* Work order
Print, exactly as they appear in the listing below, the lines from the line with "A filter over" to the line with "facets, kind, ...rest", with both end lines kept.

* Working data
Start of Block

import { z } from 'zod';
import { screeningDecisionFieldsSchema } from '../../../../shared/schemas/references';
import { SCREENING_DECISIONS, STAGE_REASONS, type ScreeningStage } from '../../../../shared/vocabulary/screening';

/**
 * The form's choices as the server's decision at a stage: a reason only with an exclusion (one of the stage's; a
 * full-text exclusion needs one), a note only when written.
 */
export const decisionFormSchema = (stage: ScreeningStage) =>
  z
  .object({ decision: z.enum(SCREENING_DECISIONS), reason: z.string(), note: z.string() })
  .superRefine((v, ctx) => {
    if (v.decision !== 'excluded') return;
    if (!v.reason && stage === 'full_text') ctx.addIssue({ code: 'custom', path: ['reason'], message: 'a full-text exclusion needs a reason' });
    if (v.reason && !(STAGE_REASONS[stage] as readonly string[]).includes(v.reason)) ctx.addIssue({ code: 'custom', path: ['reason'], message: 'pick a reason of this stage' });
  })
  .transform(
    (v): Record<string, unknown> => ({
      decision: v.decision,
      ...(v.decision === 'excluded' && v.reason ? { reason: v.reason } : {}),
      ...(v.note.trim() ? { note: v.note.trim() } : {}),
      stage,
    }),
  )
  .pipe(screeningDecisionFieldsSchema);

export type DecisionValues = { decision: (typeof SCREENING_DECISIONS)[number]; reason: string; note: string };

/** What the form starts from: the reference's current decision (newest not undone), or an inclusion with nothing written. */
export function decisionDefaults(current?: { decision: DecisionValues['decision']; reason: string | null; note: string | null } | null): DecisionValues {
  if (!current) return { decision: 'included', reason: '', note: '' };
  return { decision: current.decision, reason: current.decision === 'excluded' ? (current.reason ?? '') : '', note: current.note ?? '' };
}
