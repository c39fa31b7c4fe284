import type { SynthesisFlow } from '../../../../shared/synthesis/flow';
import { referenceSourceLabel } from '../../../../shared/vocabulary/screening';

const int = (x: number) => x.toLocaleString('en-GB');

/** The flow of records into one synthesis (PRISMA 2020), stage by stage, as a table beside its diagram. */
export function FlowTable({ flow }: { flow: SynthesisFlow }) {
  const e = flow.entering;
  return (
    <div className="overflow-x-auto">
      <table className="max-w-2xl" aria-label="Flow of records into this synthesis">
        <thead>
          <tr>
            <th scope="col">Step</th>
            <th scope="col" className="num">References</th>
          </tr>
        </thead>
        <tbody>
          <tr>
            <td>Records identified in the registry</td>
            <td className="num">{int(flow.identified.total)}</td>
          </tr>
          {Object.entries(flow.identified.bySource).map(([source, n]) => (
            <tr key={source}>
              <td className="pl-6 text-ink-soft">{referenceSourceLabel(source)}</td>
              <td className="num">{int(n)}</td>
            </tr>
          ))}
          <tr>
            <td>Duplicates removed (entries at import, references merged)</td>
            <td className="num">{int(flow.duplicatesRemoved.total)}</td>
          </tr>
          {flow.stages.map((s) => (
            <FlowStageRows key={s.stage} stage={s} />
          ))}
          <tr>
            <td>
              <strong>Entering this synthesis</strong> ({int(e.studies)} {e.studies === 1 ? 'study' : 'studies'}, {int(e.effects)} {e.effects === 1 ? 'effect' : 'effects'})
            </td>
            <td className="num">
              <strong>{int(e.references)}</strong>
            </td>
          </tr>
        </tbody>
      </table>
    </div>
  );
}

function FlowStageRows({ stage: s }: { stage: SynthesisFlow['stages'][number] }) {
  return (
    <>
      <tr>
        <td>{s.label}</td>
        <td className="num">{int(s.entered)}</td>
      </tr>
      {s.excluded > 0 && (
        <tr>
          <td className="pl-6">{s.stage === 'synthesis' ? 'Outside the filters' : 'Excluded'}</td>
          <td className="num">{int(s.excluded)}</td>
        </tr>
      )}
      {s.excludedByReason.map((r) => (
        <tr key={r.reason}>
          <td className="pl-10 text-ink-soft">{r.label}</td>
          <td className="num">{int(r.count)}</td>
        </tr>
      ))}
      {s.pendingLabel && (
        <tr>
          <td className="pl-6">{s.pendingLabel[0].toUpperCase() + s.pendingLabel.slice(1)}</td>
          <td className="num">{int(s.pending)}</td>
        </tr>
      )}
    </>
  );
}
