import type { ReactElement } from 'react';
import { Controller, useWatch, type Control, type UseFormReturn } from 'react-hook-form';
import { METHOD_LABELS, MODERATOR_LABELS, ONE_PER_STUDY_LABELS, ONE_PER_STUDY_RULES, REGRESSION_MODERATORS, SUBGROUP_VARIABLES, type SynthesisRequest } from '../../../../shared/schemas/synthesis';
import { Button } from '../../../components/ui/Button';
import { Field, FieldError, messageAt } from '../../../components/ui/Field';
import type { Facet, SynthesisFacets } from '../api/get-facets';
import type { SynthesisFormValues } from '../codec';
import { valueLabel } from '../labels';

export type SynthesisForm = UseFormReturn<SynthesisFormValues, unknown, SynthesisRequest>;
type FacetPath = 'filters.outcome' | 'filters.parameter' | 'filters.unit' | 'filters.metric' | 'filters.population' | 'filters.modality' | 'filters.task' | 'filters.design';

const inputClass = 'rounded border bg-white/70 px-2 py-1 border-paper-edge aria-[invalid=true]:border-refusal';

function SynthesisField({ label, error, hint, children }: { label: string; error?: string; hint?: string; children: ReactElement<Record<string, unknown>> }) {
  return (
    <Field label={label} error={error} hint={hint} className="flex min-w-40 flex-col gap-0.5 text-sm" labelClassName="font-semibold">
      {children}
    </Field>
  );
}

/** A filter over the values coded so far (their counts beside them); controlled, as the options arrive from the server. */
function FacetSelect({ control, name, facets, kind, ...rest }: { control: Control<SynthesisFormValues, unknown, SynthesisRequest>; name: FacetPath; facets: Facet[]; kind: string }) {
  return (
    <Controller
      control={control}
      name={name}
      render={({ field }) => (
        <select {...rest} {...field} className={inputClass}>
          <option value="">Any</option>
          {facets.map((f) => (
            <option key={f.value} value={f.value}>
              {f.label ?? valueLabel(kind, f.value)} ({f.count})
            </option>
          ))}
        </select>
      )}
    />
  );
}

/** Several manipulations may be chosen; controlled, as the options arrive from the server. */
function ManipulationSelect({ control, facets, ...rest }: { control: Control<SynthesisFormValues, unknown, SynthesisRequest>; facets: Facet[] }) {
  return (
    <Controller
      control={control}
      name="filters.manipulation"
      render={({ field }) => (
        <select
          {...rest}
          multiple
          size={4}
          name={field.name}
          ref={field.ref}
          onBlur={field.onBlur}
          value={field.value}
          onChange={(e) => field.onChange([...e.target.selectedOptions].map((o) => o.value))}
          className={inputClass}
        >
          {facets.map((m) => (
            <option key={m.value} value={m.value}>
              {m.label} ({m.count})
            </option>
          ))}
        </select>
      )}
    />
  );
}

/** Filters over settled effects and the analysis options, checked with the server's own schema. */
export function SynthesisFormPanel({ form, onRun, facets, running }: { form: SynthesisForm; onRun: (request: SynthesisRequest) => void; facets: SynthesisFacets | undefined; running: boolean }) {
  const { control, register, formState } = form;
  const err = (path: string) => messageAt(formState.errors, path);
  const method = useWatch({ control, name: 'method' });
  const mode = useWatch({ control, name: 'dependence.mode' });
  const subgroup = useWatch({ control, name: 'subgroup' });
  const f = facets;
  return (
    <form onSubmit={form.handleSubmit(onRun)} noValidate aria-label="Synthesis filters and options" className="rounded border border-paper-edge bg-paper-deep/50 p-3">
      <fieldset className="flex flex-wrap gap-3">
        <legend className="mb-1 font-reading font-bold">Which settled effects</legend>
        <SynthesisField label="Manipulation" error={err('filters.manipulation')} hint="Ctrl/⌘-click for several">
          <ManipulationSelect control={control} facets={f?.manipulations ?? []} />
        </SynthesisField>
        <SynthesisField label="Outcome kind" error={err('filters.outcome')}>
          <FacetSelect control={control} name="filters.outcome" kind="outcome" facets={f?.outcomes ?? []} />
        </SynthesisField>
        <SynthesisField label="Parameter" error={err('filters.parameter')} hint="What was measured (PSE, JND …)">
          <FacetSelect control={control} name="filters.parameter" kind="parameter" facets={f?.parameters ?? []} />
        </SynthesisField>
        <SynthesisField label="Unit" error={err('filters.unit')} hint="Different parameters or units are never pooled together">
          <FacetSelect control={control} name="filters.unit" kind="unit" facets={f?.units ?? []} />
        </SynthesisField>
        <SynthesisField label="Metric" error={err('filters.metric')} hint="Different metrics are never pooled together">
          <FacetSelect control={control} name="filters.metric" kind="metric" facets={f?.metrics ?? []} />
        </SynthesisField>
        <SynthesisField label="Standardized mean differences" error={err('smdFamily')} hint="g_z is never pooled with the others">
          <select {...register('smdFamily')} className={inputClass}>
            <option value="">each standardizer on its own</option>
            <option value="raw_score">g_s, g_av and g_rm together (raw-score)</option>
          </select>
        </SynthesisField>
        <SynthesisField label="Population" error={err('filters.population')}>
          <FacetSelect control={control} name="filters.population" kind="population" facets={f?.populations ?? []} />
        </SynthesisField>
        <SynthesisField label="Modality" error={err('filters.modality')}>
          <FacetSelect control={control} name="filters.modality" kind="modality" facets={f?.modalities ?? []} />
        </SynthesisField>
        <SynthesisField label="Task" error={err('filters.task')}>
          <FacetSelect control={control} name="filters.task" kind="task" facets={f?.tasks ?? []} />
        </SynthesisField>
        <SynthesisField label="Design" error={err('filters.design')}>
          <FacetSelect control={control} name="filters.design" kind="design" facets={f?.designs ?? []} />
        </SynthesisField>
        <div className="flex flex-col gap-0.5 pt-5 text-sm">
          <label className="flex items-center gap-1.5">
            <input type="checkbox" {...register('filters.excludeBound')} />
            Leave out effects computed from a bound (p &lt; …)
          </label>
          <label className="flex items-center gap-1.5">
            <input type="checkbox" {...register('filters.excludeApproximate')} />
            Leave out approximate effects (from medians)
          </label>
        </div>
        <SynthesisField label="From year" error={err('filters.yearFrom')} hint={f?.years ? `earliest ${f.years.min}` : undefined}>
          <input inputMode="numeric" {...register('filters.yearFrom')} className={`${inputClass} w-24`} />
        </SynthesisField>
        <SynthesisField label="To year" error={err('filters.yearTo')} hint={f?.years ? `latest ${f.years.max}` : undefined}>
          <input inputMode="numeric" {...register('filters.yearTo')} className={`${inputClass} w-24`} />
        </SynthesisField>
      </fieldset>
      <fieldset className="mt-3 flex flex-wrap items-start gap-3">
        <legend className="mb-1 font-reading font-bold">How to pool</legend>
        <SynthesisField label="Estimator" error={err('method')} hint={mode === 'multilevel' ? 'not used: the three-level model is fitted by REML' : undefined}>
          <select {...register('method')} className={inputClass}>
            {(['DL', 'REML', 'PM', 'FE'] as const).map((m) => (
              <option key={m} value={m}>
                {METHOD_LABELS[m]}
              </option>
            ))}
          </select>
        </SynthesisField>
        <div className="flex flex-col gap-0.5 pt-5 text-sm">
          <label className="flex items-center gap-1.5">
            <input type="checkbox" {...register('hksj')} disabled={method === 'FE'} />
            Hartung–Knapp–Sidik–Jonkman
          </label>
          <FieldError message={err('hksj')} />
        </div>
        <SynthesisField label="Confidence level" error={err('level')} hint="e.g. 0.95 for 95%">
          <input inputMode="decimal" {...register('level')} className={`${inputClass} w-20`} />
        </SynthesisField>
        <SynthesisField label="Several effects in one study" error={err('dependence.mode')}>
          <select {...register('dependence.mode')} className={inputClass}>
            <option value="multilevel">Three-level model: effects within papers (recommended)</option>
            <option value="aggregate">Combine with a stated correlation</option>
            <option value="one">Keep one per study</option>
          </select>
        </SynthesisField>
        {mode === 'multilevel' ? (
          <div className="flex flex-col gap-0.5 pt-5 text-sm">
            <label className="flex items-center gap-1.5">
              <input type="checkbox" {...register('dependence.robust')} />
              Robust variance (CR2, Satterthwaite df)
            </label>
            <FieldError message={err('dependence.robust')} />
          </div>
        ) : mode === 'one' ? (
          <SynthesisField label="Keep" error={err('dependence.rule')}>
            <select {...register('dependence.rule')} className={inputClass}>
              {ONE_PER_STUDY_RULES.map((r) => (
                <option key={r} value={r}>
                  {ONE_PER_STUDY_LABELS[r]}
                </option>
              ))}
            </select>
          </SynthesisField>
        ) : (
          <>
            <SynthesisField label="Assumed correlation r" error={err('dependence.r')} hint="between 0 and 1; 0.5 by default">
              <input inputMode="decimal" {...register('dependence.r')} className={`${inputClass} w-20`} />
            </SynthesisField>
            <div className="flex flex-col gap-0.5 pt-5 text-sm">
              <label className="flex items-center gap-1.5">
                <input type="checkbox" {...register('dependence.weighted')} />
                Inverse-variance composite
              </label>
              <FieldError message={err('dependence.weighted')} />
            </div>
          </>
        )}
        <SynthesisField label="Subgroups by" error={err('subgroup')}>
          <select {...register('subgroup')} className={inputClass}>
            <option value="">No subgroups</option>
            {SUBGROUP_VARIABLES.map((v) => (
              <option key={v} value={v}>
                {valueLabel('subgroup', v)}
              </option>
            ))}
          </select>
        </SynthesisField>
        <SynthesisField label="Between-study variance in subgroups" error={err('subgroupTau2')} hint={!subgroup ? 'choose subgroups first' : mode === 'multilevel' ? 'the three-level model fits each subgroup separately' : undefined}>
          <select {...register('subgroupTau2')} disabled={!subgroup} className={inputClass}>
            <option value="">{valueLabel('subgroupTau2', 'separate')}</option>
            <option value="pooled">{valueLabel('subgroupTau2', 'pooled')}</option>
          </select>
        </SynthesisField>
        <SynthesisField label="Meta-regression on" error={err('moderator')}>
          <select {...register('moderator')} className={inputClass}>
            <option value="">No moderator</option>
            {(Object.keys(MODERATOR_LABELS) as Array<keyof typeof MODERATOR_LABELS>).map((m) => (
              <option key={m} value={m}>
                {MODERATOR_LABELS[m]}
              </option>
            ))}
          </select>
        </SynthesisField>
        <fieldset className="flex flex-col gap-0.5 text-sm">
          <legend className="font-semibold">Meta-regression on several moderators</legend>
          <div className="flex flex-wrap gap-x-3">
            {REGRESSION_MODERATORS.map((m) => (
              <label key={m} className="flex items-center gap-1.5">
                <input type="checkbox" value={m} {...register('moderators')} />
                {valueLabel('moderator', m)}
              </label>
            ))}
          </div>
          <span className="text-xs text-ink-soft">{mode === 'multilevel' ? 'not fitted under the three-level model' : 'categories coded against their first value; Knapp–Hartung tests with HKSJ'}</span>
          <FieldError message={err('moderators')} />
        </fieldset>
      </fieldset>
      <div className="mt-3 flex items-center gap-3">
        <Button type="submit" variant="primary" disabled={running}>
          {running ? 'Pooling…' : 'Run synthesis'}
        </Button>
        <FieldError message={formState.errors.root?.server?.message} className="text-sm text-refusal" />
      </div>
    </form>
  );
}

End of Block

* Task output
/** A filter over the values coded so far (their counts beside them); controlled, as the options arrive from the server. */
function FacetSelect({ control, name, facets, kind, ...rest }: { control: Control<SynthesisFormValues, unknown, SynthesisRequest>; name: FacetPath; facets: Facet[]; kind: string }) {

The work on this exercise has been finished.